# Task requirements
Using the listing below, print the line that contains "assert len(found) >= 3" and each line after it, exactly as shown, through the final one.
-------
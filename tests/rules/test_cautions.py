"""The usual cautions; what each class needs is common practice of the trade."""

from __future__ import annotations

import pytest

from labrecords.models.substance import Hazard
from labrecords.rules.cautions import BY_CLASS, STANDING, cautions_for


@pytest.mark.parametrize("name", sorted(BY_CLASS))
def test_cautions_for_each_class_say_something_and_end_with_the_standing_sentence(name: str) -> None:
    found = cautions_for([name])
    assert len(found) >= 3
    assert found[-1] == STANDING


def test_cautions_for_nothing_still_defer_to_the_safety_data_sheet() -> None:
    assert cautions_for([]) == [STANDING]
    assert "safety data sheet" in STANDING
    assert "safety officer" in STANDING


def test_cautions_for_acids_say_acid_into_water() -> None:
    assert any("acid into water" in sentence for sentence in cautions_for(["corrosive_acid"]))


def test_cautions_for_acid_and_base_together_add_the_heat_of_their_meeting() -> None:
    both = cautions_for(["corrosive_acid", "corrosive_base"])
    assert any("heat when they meet" in sentence for sentence in both)
    assert not any("heat when they meet" in sentence for sentence in cautions_for(["corrosive_base"]))


def test_cautions_for_carbonate_with_acid_warn_of_gas_and_foam() -> None:
    found = " ".join(cautions_for(["corrosive_acid", "gas_from_acid"]))
    assert "Gives off gas" in found
    assert "Foam" in found


def test_cautions_for_repeated_classes_are_said_once() -> None:
    assert cautions_for(["stains", "stains"]) == cautions_for(["stains"])


def test_cautions_for_an_unknown_class_refuse_to_pass_it_over() -> None:
    with pytest.raises(ValueError, match="'explosive'; expected one of corrosive_acid"):
        cautions_for(["explosive"])


def test_cautions_are_known_for_every_hazard_of_a_substance() -> None:
    assert set(BY_CLASS) == set(Hazard.values)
-------
# Solution
    assert len(found) >= 3
    assert found[-1] == STANDING


def test_cautions_for_nothing_still_defer_to_the_safety_data_sheet() -> None:
    assert cautions_for([]) == [STANDING]
    assert "safety data sheet" in STANDING
    assert "safety officer" in STANDING


def test_cautions_for_acids_say_acid_into_water() -> None:
    assert any("acid into water" in sentence for sentence in cautions_for(["corrosive_acid"]))


def test_cautions_for_acid_and_base_together_add_the_heat_of_their_meeting() -> None:
    both = cautions_for(["corrosive_acid", "corrosive_base"])
    assert any("heat when they meet" in sentence for sentence in both)
    assert not any("heat when they meet" in sentence for sentence in cautions_for(["corrosive_base"]))


def test_cautions_for_carbonate_with_acid_warn_of_gas_and_foam() -> None:
    found = " ".join(cautions_for(["corrosive_acid", "gas_from_acid"]))
    assert "Gives off gas" in found
    assert "Foam" in found


def test_cautions_for_repeated_classes_are_said_once() -> None:
    assert cautions_for(["stains", "stains"]) == cautions_for(["stains"])


def test_cautions_for_an_unknown_class_refuse_to_pass_it_over() -> None:
    with pytest.raises(ValueError, match="'explosive'; expected one of corrosive_acid"):
        cautions_for(["explosive"])


def test_cautions_are_known_for_every_hazard_of_a_substance() -> None:
    assert set(BY_CLASS) == set(Hazard.values)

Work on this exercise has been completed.